● **Your goal**
Find how many lines in the listing below include the word "Compared". Give that number only.

● **Provided information**
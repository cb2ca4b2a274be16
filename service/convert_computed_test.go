package service

import (
	"encoding/json"
	"math/rand/v2"
	"testing"

	"limitary/internal/chart"
	"limitary/internal/definition"
	"limitary/internal/diagnostics"
	"limitary/internal/limits"
)

// TestEveryFigureCanBeKept computes limits of every kind from bases so small that intervals are open, and makes of them
// what a version keeps: a figure that JSON cannot write would be found only when somebody proposes such a version.
func TestEveryFigureCanBeKept(t *testing.T) {
	r := rand.New(rand.NewPCG(17, 4))
	kept := 0
	for kind := chart.Individuals; kind <= chart.RelativeRange; kind++ {
		for n := 2; n <= 14; n++ {
			for try := range 6 {
				req := smallBasis(r, kind, n, try)
				res, err := limits.Compute(req)
				if err != nil {
					continue // too small for this kind, and said so
				}
				kept++
				c := definition.Content{
					Estimates: estimatesOf(res), Intervals: intervalsOf(res), Findings: append(findingsOf(res), foundBy(diagnostics.Examine(req, res, diagnostics.Times{}))...),
					Components: componentsOf(res), Tails: tailsOf(res), Parts: partsOf(res), FalseAlarm: falseAlarmOf(res), Compared: comparedOf(res), Model: &res.Model,
				}
				if _, err := json.Marshal(c); err != nil {
					t.Fatalf("%s, %d groups: %v\n%+v", kind, n, err, res)
				}
			}
		}
	}
	if kept < 300 {
		t.Errorf("only %d bases gave limits", kept)
	}
}

func smallBasis(r *rand.Rand, kind chart.Kind, n, try int) limits.Request {
	req := limits.Request{Kind: kind, SubgroupSize: 1}
	switch {
	case kind == chart.NP:
		req.SubgroupSize = 20
	case !kind.SizeImplied():
		req.SubgroupSize = 2 + try%3
	}
	if kind.Counts() && try%3 > 0 {
		req.Counts = limits.CountOptions{Method: chart.Normal, Extra: limits.ExtraVariation(try % 3)}
	}
	for range n {
		g := limits.Group{Decimals: limits.DecimalsUnknown}
		if kind.Counts() {
			inspected := map[chart.Kind]float64{chart.P: float64(20 + r.IntN(30)), chart.NP: 20, chart.C: 1, chart.U: 1 + float64(r.IntN(4))}[kind]
			g.Count = &chart.Count{Nonconforming: float64(r.IntN(12)), Inspected: inspected}
		} else {
			for range req.SubgroupSize {
				g.Readings = append(g.Readings, float64(r.IntN(200))/10+[]float64{1, 1e6}[try%2])
			}
		}
		req.Groups = append(req.Groups, g)
	}
	return req
}
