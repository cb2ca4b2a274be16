package service

import (
	"context"
	"fmt"
	"strings"

	pb "limitary/api/limitary/v1"
	"limitary/internal/definition"
	"limitary/internal/rules"
	"limitary/internal/store"
)

// SignalService finds signals and records what people decide on them.
type SignalService struct {
	pb.UnimplementedSignalServiceServer
	store *store.Store
}

const signalStatusPrefix = "SIGNAL_STATUS_"

// QuerySignals finds signals, newest first.
func (s *SignalService) QuerySignals(ctx context.Context, in *pb.QuerySignalsRequest) (*pb.QuerySignalsResponse, error) {
	who, err := actor(ctx)
	if err != nil {
		return nil, err
	}
	p, err := readPage(in.PageSize, in.PageToken)
	if err != nil {
		return nil, err
	}
	filter, err := signalFilter(in)
	if err != nil {
		return nil, err
	}
	found, next, err := s.store.QuerySignals(ctx, who, filter, p)
	if err != nil {
		return nil, err
	}
	return &pb.QuerySignalsResponse{Signals: signalsToProto(found), NextPageToken: next}, nil
}

func signalFilter(in *pb.QuerySignalsRequest) (store.SignalFilter, error) {
	f := store.SignalFilter{Chart: in.Chart, Lot: in.Lot, Rule: in.Rule, Occurrence: in.Occurrence, ChangedAfterClosing: in.ChangedAfterClosing}
	if in.Chart != "" {
		if err := definition.CheckSlug("chart", in.Chart); err != nil {
			return f, err
		}
	}
	if in.Consequence < 0 || in.Consequence > pb.Consequence_CONSEQUENCE_STOP {
		return f, definition.Invalid("consequence", "%d: no such value", in.Consequence)
	}
	f.Consequence = rules.Consequence(in.Consequence)
	if in.Occurrence < 0 {
		return f, definition.Invalid("occurrence", "%d: want the id of an occurrence, or 0 for any", in.Occurrence)
	}
	for i, st := range in.Statuses {
		if _, known := pb.SignalStatus_name[int32(st)]; !known || st == pb.SignalStatus_SIGNAL_STATUS_UNSPECIFIED {
			return f, definition.Invalid(fmt.Sprintf("statuses[%d]", i), "%d: want OPEN, CLOSED, MERGED or RETRACTED", st)
		}
		f.Statuses = append(f.Statuses, strings.TrimPrefix(st.String(), signalStatusPrefix))
	}
	var err error
	if f.Labels, err = readLabels("labels", in.Labels); err != nil {
		return f, err
	}
	if f.From, f.To, err = readBetween(in.From, in.To); err != nil {
		return f, err
	}
	return f, first(checkName("lot", in.Lot, 0), checkName("rule", in.Rule, 0), tooMany("statuses", len(in.Statuses), len(pb.SignalStatus_name), "statuses"))
}

// GetSignal gives a signal with everything that happened to it.
func (s *SignalService) GetSignal(ctx context.Context, in *pb.GetSignalRequest) (*pb.GetSignalResponse, error) {
	who, err := actor(ctx)
	if err = first(err, checkID("signal", in.Signal)); err != nil {
		return nil, err
	}
	signal, events, notes, err := s.store.GetSignal(ctx, who, in.Signal)
	if err != nil {
		return nil, err
	}
	out := &pb.GetSignalResponse{Signal: signalToProto(signal)}
	for _, e := range events {
		out.Events = append(out.Events, eventToProto(e))
	}
	for _, n := range notes {
		out.Notes = append(out.Notes, noteToProto(n))
	}
	return out, nil
}

// NoteSignal adds a note.
func (s *SignalService) NoteSignal(ctx context.Context, in *pb.NoteSignalRequest) (*pb.NoteSignalResponse, error) {
	who, req, err := writer(ctx, in.RequestId, in)
	if err = first(err, checkID("signal", in.Signal), definition.CheckText("text", in.Text, 1, ReasonBytesMax)); err != nil {
		return nil, err
	}
	note, err := s.store.NoteSignal(ctx, who, req, in.Signal, in.Text)
	if err != nil {
		return nil, err
	}
	return &pb.NoteSignalResponse{Note: noteToProto(note)}, nil
}

// CloseOccurrence decides on the open signals of an occurrence together.
func (s *SignalService) CloseOccurrence(ctx context.Context, in *pb.CloseOccurrenceRequest) (*pb.CloseOccurrenceResponse, error) {
	who, req, err := writer(ctx, in.RequestId, in)
	err = first(err, checkID("occurrence", in.Occurrence), definition.CheckText("decision", in.Decision, 1, ReasonCodeBytesMax),
		definition.CheckText("cause", in.Cause, 0, ReasonBytesMax), tooMany("signals", len(in.Signals), SignalsMax, "signals"))
	if err != nil {
		return nil, err
	}
	if len(in.Signals) == 0 {
		return nil, definition.Invalid("signals", "is empty; name the open signals that were seen")
	}
	for i, id := range in.Signals {
		if err := checkID(fmt.Sprintf("signals[%d]", i), id); err != nil {
			return nil, err
		}
	}
	closed, track, err := s.store.CloseOccurrence(ctx, who, req, in.Occurrence, in.Decision, in.Cause, in.Signals)
	if err != nil {
		return nil, err
	}
	return &pb.CloseOccurrenceResponse{Signals: signalsToProto(closed), Track: trackToProto(track)}, nil
}

// ReleaseTrack ends a hold.
func (s *SignalService) ReleaseTrack(ctx context.Context, in *pb.ReleaseTrackRequest) (*pb.ReleaseTrackResponse, error) {
	who, req, err := writer(ctx, in.RequestId, in)
	if err != nil {
		return nil, err
	}
	since, err := readMoment("hold_since", in.HoldSince)
	err = first(err, definition.CheckSlug("chart", in.Chart), checkName("lot", in.Lot, 0), definition.CheckText("reason", in.Reason, 1, ReasonBytesMax))
	if err != nil {
		return nil, err
	}
	if since.IsZero() {
		return nil, definition.Invalid("hold_since", "is not set; send the hold_since that was read, so that no later STOP is released unseen")
	}
	track, err := s.store.ReleaseTrack(ctx, who, req, in.Chart, in.Lot, in.Reason, since)
	if err != nil {
		return nil, err
	}
	return &pb.ReleaseTrackResponse{Track: trackToProto(track)}, nil
}
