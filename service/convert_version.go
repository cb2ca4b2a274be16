package service

import (
	pb "limitary/api/limitary/v1"
	"limitary/internal/chart"
	"limitary/internal/definition"
	"limitary/internal/store"
)

func versionToProto(v definition.Version) *pb.Version {
	out := &pb.Version{
		Chart: v.Chart, Number: int32(v.Number), Lot: v.Lot, State: pb.VersionState(pb.VersionState_value["VERSION_STATE_"+string(v.State)]),
		Kind: kindToProto(v.Kind), SubgroupSize: int32(v.SubgroupSize), Unit: v.Unit, PublishedDecimals: int32(v.Decimals),
		Location: versionTrace(v.Kind, v.Location, v.Model), Dispersion: versionTrace(v.Kind, v.Dispersion, nil), ProcessSigma: v.ProcessSigma,
		N: int32(v.Groups), Readings: int32(v.Readings), CentreOrigin: originToProto(v.CentreGiven), SigmaOrigin: originToProto(v.SigmaGiven),
		Estimator: v.Estimator, Provisional: v.Provisional,
		Estimates: estimatesToProto(v.Estimates), Intervals: intervalsToProto(v.Intervals), Findings: findingsToProto(v.Findings),
		Basis: v.Basis, ExcludedPoints: exclusionsToProto(v.ExcludedPoints),
		Author: v.Author, ProposeTime: timeToProto(v.ProposedAt), Reason: v.Reason,
		DecidedBy: v.DecidedBy, DecideTime: timeToProto(v.DecidedAt), DecisionReason: v.DecisionReason,
		WithdrawnBy: v.WithdrawnBy, WithdrawTime: timeToProto(v.WithdrawnAt), WithdrawnReason: v.WithdrawnReason,
		EffectiveFrom: timeToProto(v.EffectiveFrom), Digest: v.Digest, Judge: int32(v.Judge),
		Model: modelToProto(v.Model), Components: componentsToProto(v.Components), Tails: tailsToProto(v.Tails), Parts: partsToProto(v.Parts),
		FalseAlarm: falseAlarmToProto(v.FalseAlarm), Compared: comparedToProto(v.Compared), ChangeTest: changeTestToProto(v.ChangeTest),
		Instructions: &pb.Instructions{Look: v.Instructions.Look, Act: v.Instructions.Act, Stop: v.Instructions.Stop},
	}
	for _, e := range v.Excluded {
		out.ExcludedResults = append(out.ExcludedResults, &pb.StoredExclusion{Result: &pb.ResultKey{Source: e.Source, SourceId: e.SourceID}, Reason: e.Reason})
	}
	return out
}

// versionTrace writes a trace; the model tells the scale of a location trace.
func versionTrace(kind chart.Kind, t *definition.Trace, m *chart.Model) *pb.TraceLimits {
	if t == nil {
		return nil
	}
	out := traceToProto(t.Trace, t.Rules, t.RuleSet)
	out.Original = originalTrace(t.Trace, m)
	hideImpossible(kind, out)
	return out
}

func patternToProto(p store.Pattern) *pb.PatternEnded {
	return &pb.PatternEnded{
		Lot: p.Lot, Trace: roleToProto(p.Role), Rule: p.Rule, Side: sideToProto(p.Side), Have: int32(p.Have), Need: int32(p.Need), Text: p.Text(),
	}
}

● **Exercise output**
2